Court Opinion

ID: 9574788
Source: CourtListenerOpinion
Date Created: 2023-08-21 21:08:25.52085+00
Date Added: 2024-06-11T12:45:13.251798
License: Public Domain

Buchanan, J.,
dissenting.
The will of Annie C. Leece devised the land in question in this case to her son, John S. Leece, “during his lifetime, and if he dies without heirs,” then to be sold and divided among three named grandchildren of the testatrix. As is conceded, John S. Leece took a life estate, with remainder to his heirs, if he had an heir.
•The statutes alone determine who are the heirs of a person dying. The adoption statutes fix the status and rights of an adopted child, and provide that “to all intents and purposes” he is the child of the adopter, and “entitled to all the rights and privileges * * of a child *492* * born in lawful wedlock”. Code 1950, § 63-357. And a legally adopted child inherits from and through the adopting parents according to the statute of descent and distribution. Section 63-358, as amended.

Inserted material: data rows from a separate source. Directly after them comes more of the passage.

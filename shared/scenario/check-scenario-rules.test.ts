import { describe, expect, it } from 'vitest';
import { parseScenario } from './parse-scenario';
import { withChanges } from './testing/with-changes';

function issuesAfter(changes: Record<string, unknown>): { path: string; message: string }[] {
  const result = parseScenario(withChanges(changes));
  return result.success ? [] : result.issues;
}

function pathsAfter(changes: Record<string, unknown>): string[] {
  return issuesAfter(changes).map((issue) => issue.path);
}

const floatSwitch = (pump: string, vessel: string, stopBelow: number, restartAbove: number) => [
  { kind: 'float-switch', pump, vessel, stopBelow, restartAbove },
];

describe('scenario cross-field rules', () => {
  it('accept the example as it is', () => {
    expect(pathsAfter({})).toEqual([]);
  });

  it.each([
    ['a duplicate vessel id', { 'vessels[1].id': 'tank' }, 'vessels[1].id'],
    ['a pump id used by a vessel', { 'pumps[0].id': 'tank' }, 'pumps[0].id'],
    ['the reserved id "out"', { 'vessels[0].id': 'out' }, 'vessels[0].id'],
  ])('reject %s', (_name, changes, path) => {
    expect(pathsAfter(changes)).toContain(path);
  });

  it.each([
    [
      'an overflow to a missing vessel',
      { 'vessels[0].overflow.to': 'pond' },
      'vessels[0].overflow.to',
    ],
    [
      'an overflow into its own vessel',
      { 'vessels[0].overflow.to': 'tank' },
      'vessels[0].overflow.to',
    ],
    ['a drain to a missing vessel', { 'vessels[1].drain.to': 'sump' }, 'vessels[1].drain.to'],
    ['a drain into a bed', { 'vessels[1].drain.to': 'bed-a' }, 'vessels[1].drain.to'],
    ['a pump in a missing vessel', { 'pumps[0].in': 'sump' }, 'pumps[0].in'],
    [
      'an outlet to a missing vessel',
      { 'pumps[0].outlets[0].to': 'bed-b' },
      'pumps[0].outlets[0].to',
    ],
    [
      'a leak from a missing vessel',
      { leaks: [{ from: 'sump', elevation: 0.1, diameter: 0.004 }] },
      'leaks[0].from',
    ],
    [
      'a schedule entry for a missing pump',
      { schedule: [{ at: 10, pump: 'p2', state: 'off' }] },
      'schedule[0].pump',
    ],
    [
      'a float switch on a missing pump',
      { controls: floatSwitch('p2', 'tank', 0.3, 0.4) },
      'controls[0].pump',
    ],
    [
      'a float switch in a missing vessel',
      { controls: floatSwitch('pump', 'sump', 0.3, 0.4) },
      'controls[0].vessel',
    ],
    [
      'a blocked drain on a tank',
      { faults: [{ kind: 'drain-blocked', bed: 'tank', fraction: 0.5 }] },
      'faults[0].bed',
    ],
    [
      'a worn pump that does not exist',
      { faults: [{ kind: 'pump-worn', pump: 'p2', flowScale: 0.5 }] },
      'faults[0].pump',
    ],
  ])('reject %s', (_name, changes, path) => {
    expect(pathsAfter(changes)).toEqual([path]);
  });

  it.each([
    [
      'an initial level above the rim',
      { 'vessels[0].initialLevel': '0.8 m' },
      'vessels[0].initialLevel',
    ],
    ['a minimum level at the rim', { 'vessels[0].minLevel': '0.7 m' }, 'vessels[0].minLevel'],
    [
      'an overflow above the rim',
      { 'vessels[0].overflow.elevation': '0.75 m' },
      'vessels[0].overflow.elevation',
    ],
    [
      'an overflow at the floor',
      { 'vessels[0].overflow.elevation': 0 },
      'vessels[0].overflow.elevation',
    ],
    ['media deeper than the bed', { 'vessels[1].media.depth': '0.4 m' }, 'vessels[1].media.depth'],
    [
      'a table that does not start at the floor',
      {
        'vessels[0].shape': {
          type: 'table',
          points: [
            { level: 0.1, area: 1 },
            { level: 0.7, area: 1 },
          ],
        },
      },
      'vessels[0].shape.points[0].level',
    ],
    [
      'a table whose levels go down',
      {
        'vessels[0].shape': {
          type: 'table',
          points: [
            { level: 0, area: 1 },
            { level: 0.5, area: 1 },
            { level: 0.4, area: 1 },
          ],
        },
      },
      'vessels[0].shape.points[2].level',
    ],
  ])('reject %s', (_name, changes, path) => {
    expect(pathsAfter(changes)).toEqual([path]);
  });

  const drain = 'vessels[1].drain';
  it.each([
    [
      'a standpipe wall of no thickness',
      { [`${drain}.standpipe.outerDiameter`]: '26.6 mm' },
      `${drain}.standpipe.outerDiameter`,
    ],
    [
      'a standpipe as tall as the bed',
      { [`${drain}.standpipe.height`]: '0.32 m' },
      `${drain}.standpipe.height`,
    ],
    [
      'a drain outlet above the bed floor',
      { [`${drain}.outletElevation`]: '0.85 m' },
      `${drain}.outletElevation`,
    ],
    [
      'a bell narrower than the standpipe',
      { [`${drain}.bell.innerDiameter`]: '30 mm' },
      `${drain}.bell.innerDiameter`,
    ],
    [
      'a bell outer diameter below its inner one',
      { [`${drain}.bell.outerDiameter`]: '70 mm' },
      `${drain}.bell.outerDiameter`,
    ],
    [
      'an intake above the standpipe top',
      { [`${drain}.bell.intakeHeight`]: '0.26 m' },
      `${drain}.bell.intakeHeight`,
    ],
    [
      'a snorkel inlet above the standpipe top',
      { [`${drain}.bell.snorkelHeight`]: '0.3 m' },
      `${drain}.bell.snorkelHeight`,
    ],
    [
      'a slot count without a slot width',
      { [`${drain}.bell.slotCount`]: 4 },
      `${drain}.bell.slotWidth`,
    ],
    [
      'slots wider than the bell',
      { [`${drain}.bell.slotCount`]: 20, [`${drain}.bell.slotWidth`]: '15 mm' },
      `${drain}.bell.slotCount`,
    ],
    [
      'a guard narrower than the bell',
      { [`${drain}.guard`]: { diameter: '60 mm' } },
      `${drain}.guard.diameter`,
    ],
    [
      'a guard wider than the bed',
      { [`${drain}.guard`]: { diameter: '0.7 m' } },
      `${drain}.guard.diameter`,
    ],
    [
      'a weep hole as wide as the bore',
      {
        [`${drain}.type`]: 'standpipe',
        [`${drain}.bell`]: undefined,
        [`${drain}.weepHole`]: { diameter: '30 mm' },
      },
      `${drain}.weepHole.diameter`,
    ],
  ])('reject %s', (_name, changes, path) => {
    expect(pathsAfter(changes)).toEqual([path]);
  });

  it('report each broken drain rule separately', () => {
    const paths = pathsAfter({
      [`${drain}.standpipe.height`]: '0.5 m',
      [`${drain}.bell.innerDiameter`]: '1 in',
      [`${drain}.outletElevation`]: '1 m',
    });
    expect(paths).toEqual([
      `${drain}.standpipe.height`,
      `${drain}.outletElevation`,
      `${drain}.bell.innerDiameter`,
    ]);
  });

  it.each([
    [
      'a pump with neither curve nor max head and flow',
      { 'pumps[0].curve': undefined },
      ['pumps[0].maxHead', 'pumps[0].maxFlow'],
    ],
    ['a curve of one point', { 'pumps[0].curve': [{ flow: 0, head: 2 }] }, ['pumps[0].curve']],
    [
      'a curve that does not start at zero flow',
      { 'pumps[0].curve[0].flow': '100 L/h' },
      ['pumps[0].curve[0].flow'],
    ],
    [
      'curve flows that do not increase',
      { 'pumps[0].curve[2].flow': '1200 L/h' },
      ['pumps[0].curve[2].flow'],
    ],
    ['curve heads that rise', { 'pumps[0].curve[1].head': '2.5 m' }, ['pumps[0].curve[1].head']],
    [
      'an intake above the source rim',
      { 'pumps[0].intakeHeight': '0.8 m' },
      ['pumps[0].intakeHeight'],
    ],
    [
      'a leak above the rim',
      { leaks: [{ from: 'tank', elevation: '0.9 m', diameter: '4 mm' }] },
      ['leaks[0].elevation'],
    ],
    [
      'a float switch restarting below its stop level',
      { controls: floatSwitch('pump', 'tank', 0.4, 0.3) },
      ['controls[0].restartAbove'],
    ],
    [
      'a float switch restarting above the rim',
      { controls: floatSwitch('pump', 'tank', 0.4, 0.9) },
      ['controls[0].restartAbove'],
    ],
    ['water too hot for fish', { water: { temperature: '90 degC' } }, ['water.temperature']],
    [
      'an output interval longer than the run',
      { run: { duration: '1 min', outputInterval: '2 min' } },
      ['run.outputInterval'],
    ],
  ])('reject %s', (_name, changes, paths) => {
    expect(pathsAfter(changes)).toEqual(paths);
  });

  it('explain what to change in the message', () => {
    const [issue] = issuesAfter({ [`${drain}.bell.innerDiameter`]: '30 mm' });
    expect(issue?.message).toBe(
      "The bell's inner diameter must be larger than the standpipe's outer diameter (0.0334 m).",
    );
  });
});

* Considered in connection with the broad and comprehensive language employed, they [the adoption statutes] emphasize the specific intention to put an adopted child on the same footing as the natural child, thus giving him the right to take by representation what his adopting parent would have taken had he been alive, or what the natural child would have taken, had there been one, upon the death of his father intestate.” McFadden v. McNorton, 193 Va. 455, 462, 69 S. E. 2d 445,450.
It is our duty, so it seems to me, to give effect to the plain language of the adoption statutes as they are written, and that where a will gives a remainder to a life tenant’s heirs, the word “heirs” includes an adopted child unless it is clear from the language of the will that the testator intended otherwise.
In Dickenson v. Buck, 169 Va. 39, 192 S. E. 748, the testator devised his farm to his son, Henry P. Dickenson, “during his life and at his death to his ‘legal heirs’ ”. The son had no children of his own but ten years after the death of the testator he adopted a son. The main contention in the case, says the opinion, was that the adopted son was not in the contemplation of the testator when the will was made “and that the testator never intended his estate to pass from his blood to a stranger,” 169 Va. at 41, 192 S. E. at 749. We held:
“The broad language of the statute has made the appellant the heir of the adopting parent just as though he were a child by birth. The adopted child and the child by birth stand alike and equally as the heirs of the foster parent. Therefore, the appellant was the sole heir at law or ‘legal heir’ of Henry P. Dickenson, the foster father and life tenant at the time of the latter’s death. Being such, he necessarily was the remainderman intended by the testator to take the estate, if we give effect and meaning to the clear and unambiguous language of the testator, which, of course, we must do.
“* * When we consider the devise and the adoption statute together, it is obvious that the devise in remainder is to the legal heirs of Henry P. Dickenson and the adoption statute creates the legal heir of the life tenant and places the appellant in that position.” 169 Va. at 44, 192 S. E. at 750-51.
*493That case is not distinguishable from this and in my view the decision here should be controlled by it rather than by Newsome v. Scott, 200 Va. 833, 108 S. E. 2d 369, cited in the court’s opinion. In that case a majority of the court was able to find in the language of the will and the circumstances an intent of the testator not to include an adopted child in the word “heir” used in that will.
There is less in this case than in that to serve as a basis for a similar conclusion. The court says that the word “heirs” in this will should be construed to mean “heirs of the body” or “issue”. But that is not what this testatrix said. Those are the words of the court, not of the testatrix. We should construe wills as they are written. “The ‘intention of the testator must be gathered from the language used by him and not from facts and circumstances which tend to show he intended to say something else.’ ” Spicely v. Jones, 199 Va. 703, 706, 101 S. E. 2d 567, 569. The true inquiry is not what the testator meant to say but what the words he used do say. We have said so many times. 20 Mich. Jur., Wills, § 81, p. 252.
I would reverse the case and hold that the adopted child took under the will.
Mr. Justice Spratley joins in this dissent.